§ **HOW TO COMPLETE THIS TASK**: Set out exactly every line of the entries below, starting at the line that holds "three spans. */" and stopping after the line that holds "if (k.char === 'q') exit('bye');".
╔══
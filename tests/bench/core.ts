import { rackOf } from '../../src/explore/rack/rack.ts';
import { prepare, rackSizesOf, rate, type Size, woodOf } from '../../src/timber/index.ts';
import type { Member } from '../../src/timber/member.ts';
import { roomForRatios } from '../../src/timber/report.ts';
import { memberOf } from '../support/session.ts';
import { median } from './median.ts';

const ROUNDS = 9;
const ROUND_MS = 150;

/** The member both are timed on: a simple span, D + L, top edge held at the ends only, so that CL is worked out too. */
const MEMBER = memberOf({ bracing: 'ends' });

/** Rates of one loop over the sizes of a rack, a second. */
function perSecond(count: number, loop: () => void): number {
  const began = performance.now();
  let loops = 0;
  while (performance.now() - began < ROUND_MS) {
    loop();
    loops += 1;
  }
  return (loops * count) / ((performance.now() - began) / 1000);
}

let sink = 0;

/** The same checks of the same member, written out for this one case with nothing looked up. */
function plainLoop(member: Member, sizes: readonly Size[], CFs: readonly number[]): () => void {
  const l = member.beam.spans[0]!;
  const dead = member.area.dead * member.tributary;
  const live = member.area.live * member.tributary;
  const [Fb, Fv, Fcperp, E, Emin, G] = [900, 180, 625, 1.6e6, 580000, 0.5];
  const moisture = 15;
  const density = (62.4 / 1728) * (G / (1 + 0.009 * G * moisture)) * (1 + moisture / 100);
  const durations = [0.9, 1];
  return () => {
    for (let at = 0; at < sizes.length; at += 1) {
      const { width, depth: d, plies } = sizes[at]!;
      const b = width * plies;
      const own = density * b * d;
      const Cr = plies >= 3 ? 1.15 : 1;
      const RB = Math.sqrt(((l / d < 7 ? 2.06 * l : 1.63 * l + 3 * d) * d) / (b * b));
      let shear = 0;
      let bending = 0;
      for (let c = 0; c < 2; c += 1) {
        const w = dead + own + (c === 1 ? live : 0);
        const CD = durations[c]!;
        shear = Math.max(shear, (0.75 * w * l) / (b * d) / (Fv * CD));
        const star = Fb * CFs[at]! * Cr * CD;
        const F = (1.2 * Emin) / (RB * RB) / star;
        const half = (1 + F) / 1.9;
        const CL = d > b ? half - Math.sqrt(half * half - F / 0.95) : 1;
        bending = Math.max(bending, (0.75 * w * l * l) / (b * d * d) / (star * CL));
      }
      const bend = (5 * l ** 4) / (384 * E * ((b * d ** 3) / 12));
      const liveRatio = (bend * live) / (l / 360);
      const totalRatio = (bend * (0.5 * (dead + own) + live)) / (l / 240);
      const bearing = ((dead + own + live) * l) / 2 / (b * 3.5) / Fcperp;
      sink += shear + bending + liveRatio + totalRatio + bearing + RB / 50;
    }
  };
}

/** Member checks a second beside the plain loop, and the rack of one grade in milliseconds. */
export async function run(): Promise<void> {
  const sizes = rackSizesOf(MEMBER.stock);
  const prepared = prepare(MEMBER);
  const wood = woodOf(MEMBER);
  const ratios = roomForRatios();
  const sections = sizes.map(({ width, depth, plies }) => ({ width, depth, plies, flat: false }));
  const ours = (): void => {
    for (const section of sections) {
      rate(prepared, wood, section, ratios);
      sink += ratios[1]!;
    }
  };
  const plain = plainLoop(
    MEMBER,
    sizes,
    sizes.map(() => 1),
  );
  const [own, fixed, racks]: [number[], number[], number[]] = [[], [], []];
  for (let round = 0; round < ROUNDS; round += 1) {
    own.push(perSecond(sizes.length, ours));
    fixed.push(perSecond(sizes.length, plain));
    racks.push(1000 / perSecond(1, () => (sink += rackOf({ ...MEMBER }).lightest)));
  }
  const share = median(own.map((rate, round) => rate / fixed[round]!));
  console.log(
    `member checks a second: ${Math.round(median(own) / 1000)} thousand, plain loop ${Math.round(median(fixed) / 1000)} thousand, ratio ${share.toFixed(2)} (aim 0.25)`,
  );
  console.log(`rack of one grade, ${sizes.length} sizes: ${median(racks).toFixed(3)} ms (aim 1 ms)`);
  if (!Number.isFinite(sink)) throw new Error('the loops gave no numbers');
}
╚══
╔══
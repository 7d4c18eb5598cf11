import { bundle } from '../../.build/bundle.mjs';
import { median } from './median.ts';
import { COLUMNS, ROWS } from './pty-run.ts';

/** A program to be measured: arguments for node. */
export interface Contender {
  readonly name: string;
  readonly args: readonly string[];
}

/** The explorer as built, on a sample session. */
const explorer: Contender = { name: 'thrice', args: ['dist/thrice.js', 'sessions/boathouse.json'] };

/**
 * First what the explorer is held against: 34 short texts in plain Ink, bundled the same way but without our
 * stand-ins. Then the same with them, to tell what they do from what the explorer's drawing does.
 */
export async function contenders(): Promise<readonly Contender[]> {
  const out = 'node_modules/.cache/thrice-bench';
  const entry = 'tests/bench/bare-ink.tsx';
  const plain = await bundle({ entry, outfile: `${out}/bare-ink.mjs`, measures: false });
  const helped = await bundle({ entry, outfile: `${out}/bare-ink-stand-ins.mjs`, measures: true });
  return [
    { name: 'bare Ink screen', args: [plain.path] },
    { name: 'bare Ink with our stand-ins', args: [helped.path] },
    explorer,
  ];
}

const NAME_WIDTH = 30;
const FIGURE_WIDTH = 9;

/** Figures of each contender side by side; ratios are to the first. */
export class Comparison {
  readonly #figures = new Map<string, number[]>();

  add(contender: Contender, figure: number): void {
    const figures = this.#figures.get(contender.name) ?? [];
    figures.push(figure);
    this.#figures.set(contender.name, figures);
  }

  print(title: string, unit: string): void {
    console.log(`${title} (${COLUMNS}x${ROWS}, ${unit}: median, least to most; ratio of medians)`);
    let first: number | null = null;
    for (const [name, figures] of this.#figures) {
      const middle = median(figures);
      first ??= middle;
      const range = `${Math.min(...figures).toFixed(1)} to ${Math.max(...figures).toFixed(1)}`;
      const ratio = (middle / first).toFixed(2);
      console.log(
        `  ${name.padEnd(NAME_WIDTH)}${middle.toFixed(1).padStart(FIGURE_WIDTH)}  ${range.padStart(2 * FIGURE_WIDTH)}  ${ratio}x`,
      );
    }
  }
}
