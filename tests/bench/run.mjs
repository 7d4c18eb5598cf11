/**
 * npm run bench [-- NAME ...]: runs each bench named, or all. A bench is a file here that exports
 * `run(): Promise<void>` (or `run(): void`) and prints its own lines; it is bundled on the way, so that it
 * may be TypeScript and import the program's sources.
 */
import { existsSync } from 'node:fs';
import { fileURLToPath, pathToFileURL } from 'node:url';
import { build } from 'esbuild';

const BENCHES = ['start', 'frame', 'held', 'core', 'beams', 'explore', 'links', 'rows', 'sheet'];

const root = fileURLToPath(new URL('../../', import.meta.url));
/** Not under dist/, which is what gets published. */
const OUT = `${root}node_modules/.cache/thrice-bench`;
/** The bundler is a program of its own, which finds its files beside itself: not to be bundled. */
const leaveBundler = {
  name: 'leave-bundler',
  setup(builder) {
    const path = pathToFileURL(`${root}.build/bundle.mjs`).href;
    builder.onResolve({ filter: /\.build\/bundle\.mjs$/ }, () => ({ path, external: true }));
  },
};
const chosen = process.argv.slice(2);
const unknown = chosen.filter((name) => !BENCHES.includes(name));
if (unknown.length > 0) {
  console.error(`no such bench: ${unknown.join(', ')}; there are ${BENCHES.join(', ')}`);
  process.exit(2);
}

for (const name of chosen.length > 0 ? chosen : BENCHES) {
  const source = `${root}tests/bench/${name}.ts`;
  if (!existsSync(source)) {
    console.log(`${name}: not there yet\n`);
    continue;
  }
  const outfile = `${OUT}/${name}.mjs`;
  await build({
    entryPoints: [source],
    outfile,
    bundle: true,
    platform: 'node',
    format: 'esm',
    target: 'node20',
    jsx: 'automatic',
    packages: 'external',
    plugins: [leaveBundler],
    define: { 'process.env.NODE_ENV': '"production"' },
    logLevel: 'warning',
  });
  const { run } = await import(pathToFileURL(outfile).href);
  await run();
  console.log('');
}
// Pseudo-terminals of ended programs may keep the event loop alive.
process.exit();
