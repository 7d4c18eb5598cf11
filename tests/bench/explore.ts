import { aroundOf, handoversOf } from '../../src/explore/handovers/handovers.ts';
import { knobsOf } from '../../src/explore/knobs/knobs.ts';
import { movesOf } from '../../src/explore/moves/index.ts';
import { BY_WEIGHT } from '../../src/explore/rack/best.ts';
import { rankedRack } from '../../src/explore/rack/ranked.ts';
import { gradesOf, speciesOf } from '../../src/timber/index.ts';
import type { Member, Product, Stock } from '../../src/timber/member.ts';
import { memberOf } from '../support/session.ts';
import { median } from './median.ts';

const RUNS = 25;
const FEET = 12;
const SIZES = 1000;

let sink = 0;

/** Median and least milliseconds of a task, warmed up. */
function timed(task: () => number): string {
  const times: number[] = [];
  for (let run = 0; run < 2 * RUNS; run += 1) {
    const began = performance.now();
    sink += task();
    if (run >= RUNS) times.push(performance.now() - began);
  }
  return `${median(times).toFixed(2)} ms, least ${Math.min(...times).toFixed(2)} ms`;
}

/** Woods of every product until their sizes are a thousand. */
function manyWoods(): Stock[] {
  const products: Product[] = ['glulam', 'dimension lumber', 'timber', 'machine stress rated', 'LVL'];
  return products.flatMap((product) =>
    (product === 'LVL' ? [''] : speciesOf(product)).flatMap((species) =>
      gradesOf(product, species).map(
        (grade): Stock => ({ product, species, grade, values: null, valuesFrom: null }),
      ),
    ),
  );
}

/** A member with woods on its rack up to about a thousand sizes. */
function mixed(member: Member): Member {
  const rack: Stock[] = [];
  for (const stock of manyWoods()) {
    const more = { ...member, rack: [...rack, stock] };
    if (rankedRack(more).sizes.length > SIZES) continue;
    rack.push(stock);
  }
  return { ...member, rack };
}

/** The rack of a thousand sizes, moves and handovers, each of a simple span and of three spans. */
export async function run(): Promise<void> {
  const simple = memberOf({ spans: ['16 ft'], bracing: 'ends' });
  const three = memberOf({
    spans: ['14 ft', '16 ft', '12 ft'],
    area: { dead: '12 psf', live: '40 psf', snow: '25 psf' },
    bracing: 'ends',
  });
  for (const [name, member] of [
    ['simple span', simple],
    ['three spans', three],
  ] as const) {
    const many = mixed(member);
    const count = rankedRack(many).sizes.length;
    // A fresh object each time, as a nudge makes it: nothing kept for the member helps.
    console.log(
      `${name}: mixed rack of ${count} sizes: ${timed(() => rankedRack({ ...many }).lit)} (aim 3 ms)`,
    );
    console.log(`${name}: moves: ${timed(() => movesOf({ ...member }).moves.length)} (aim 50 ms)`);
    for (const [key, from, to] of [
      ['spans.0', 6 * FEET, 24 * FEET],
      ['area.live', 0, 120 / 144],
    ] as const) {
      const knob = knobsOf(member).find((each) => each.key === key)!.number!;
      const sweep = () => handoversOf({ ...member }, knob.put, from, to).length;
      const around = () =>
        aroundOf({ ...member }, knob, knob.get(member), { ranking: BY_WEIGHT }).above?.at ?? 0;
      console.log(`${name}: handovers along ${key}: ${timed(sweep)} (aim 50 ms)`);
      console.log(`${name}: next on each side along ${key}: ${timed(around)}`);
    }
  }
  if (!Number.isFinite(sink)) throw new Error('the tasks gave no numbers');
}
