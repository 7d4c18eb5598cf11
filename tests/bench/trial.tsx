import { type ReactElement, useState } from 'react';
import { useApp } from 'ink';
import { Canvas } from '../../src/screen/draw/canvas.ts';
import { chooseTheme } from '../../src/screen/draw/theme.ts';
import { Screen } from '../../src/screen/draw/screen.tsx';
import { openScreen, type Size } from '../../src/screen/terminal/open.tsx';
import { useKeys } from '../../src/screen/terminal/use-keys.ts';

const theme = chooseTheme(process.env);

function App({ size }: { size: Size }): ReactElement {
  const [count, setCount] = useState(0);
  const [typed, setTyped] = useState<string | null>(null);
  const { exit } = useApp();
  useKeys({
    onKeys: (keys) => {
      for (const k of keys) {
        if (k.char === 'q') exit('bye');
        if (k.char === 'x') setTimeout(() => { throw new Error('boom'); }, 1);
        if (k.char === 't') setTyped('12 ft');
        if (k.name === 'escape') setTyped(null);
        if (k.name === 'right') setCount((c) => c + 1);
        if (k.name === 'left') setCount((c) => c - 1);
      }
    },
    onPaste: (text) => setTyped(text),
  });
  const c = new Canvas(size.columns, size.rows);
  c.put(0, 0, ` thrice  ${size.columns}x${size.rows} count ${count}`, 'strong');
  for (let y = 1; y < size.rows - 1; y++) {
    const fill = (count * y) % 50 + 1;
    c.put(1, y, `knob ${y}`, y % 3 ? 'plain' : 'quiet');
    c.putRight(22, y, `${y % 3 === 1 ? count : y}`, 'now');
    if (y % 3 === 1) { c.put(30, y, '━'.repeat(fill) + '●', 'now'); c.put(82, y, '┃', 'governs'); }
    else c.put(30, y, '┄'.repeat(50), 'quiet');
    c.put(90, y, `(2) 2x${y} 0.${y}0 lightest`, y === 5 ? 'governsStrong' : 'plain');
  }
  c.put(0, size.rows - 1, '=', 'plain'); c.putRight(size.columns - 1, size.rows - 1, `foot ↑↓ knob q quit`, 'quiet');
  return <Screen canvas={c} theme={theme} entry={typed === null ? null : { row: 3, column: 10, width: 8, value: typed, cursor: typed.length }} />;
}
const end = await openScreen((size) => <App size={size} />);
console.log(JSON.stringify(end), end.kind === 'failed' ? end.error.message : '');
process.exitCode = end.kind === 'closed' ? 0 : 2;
╚══
§ **RESULT OF THE EXERCISE**:
/** The rack of a thousand sizes, moves and handovers, each of a simple span and of three spans. */
export async function run(): Promise<void> {
  const simple = memberOf({ spans: ['16 ft'], bracing: 'ends' });
  const three = memberOf({
    spans: ['14 ft', '16 ft', '12 ft'],
    area: { dead: '12 psf', live: '40 psf', snow: '25 psf' },
    bracing: 'ends',
  });
  for (const [name, member] of [
    ['simple span', simple],
    ['three spans', three],
  ] as const) {
    const many = mixed(member);
    const count = rankedRack(many).sizes.length;
    // A fresh object each time, as a nudge makes it: nothing kept for the member helps.
    console.log(
      `${name}: mixed rack of ${count} sizes: ${timed(() => rankedRack({ ...many }).lit)} (aim 3 ms)`,
    );
    console.log(`${name}: moves: ${timed(() => movesOf({ ...member }).moves.length)} (aim 50 ms)`);
    for (const [key, from, to] of [
      ['spans.0', 6 * FEET, 24 * FEET],
      ['area.live', 0, 120 / 144],
    ] as const) {
      const knob = knobsOf(member).find((each) => each.key === key)!.number!;
      const sweep = () => handoversOf({ ...member }, knob.put, from, to).length;
      const around = () =>
        aroundOf({ ...member }, knob, knob.get(member), { ranking: BY_WEIGHT }).above?.at ?? 0;
      console.log(`${name}: handovers along ${key}: ${timed(sweep)} (aim 50 ms)`);
      console.log(`${name}: next on each side along ${key}: ${timed(around)}`);
    }
  }
  if (!Number.isFinite(sink)) throw new Error('the tasks gave no numbers');
}
repository 7d4c18eb5598cf11
filename tests/bench/trial.tsx
import { type ReactElement, useState } from 'react';
import { useApp } from 'ink';
import { Canvas } from '../../src/screen/draw/canvas.ts';
import { chooseTheme } from '../../src/screen/draw/theme.ts';
import { Screen } from '../../src/screen/draw/screen.tsx';
import { openScreen, type Size } from '../../src/screen/terminal/open.tsx';
import { useKeys } from '../../src/screen/terminal/use-keys.ts';

const theme = chooseTheme(process.env);

function App({ size }: { size: Size }): ReactElement {
  const [count, setCount] = useState(0);
  const [typed, setTyped] = useState<string | null>(null);
  const { exit } = useApp();
  useKeys({
    onKeys: (keys) => {
      for (const k of keys) {
        if (k.char === 'q') exit('bye');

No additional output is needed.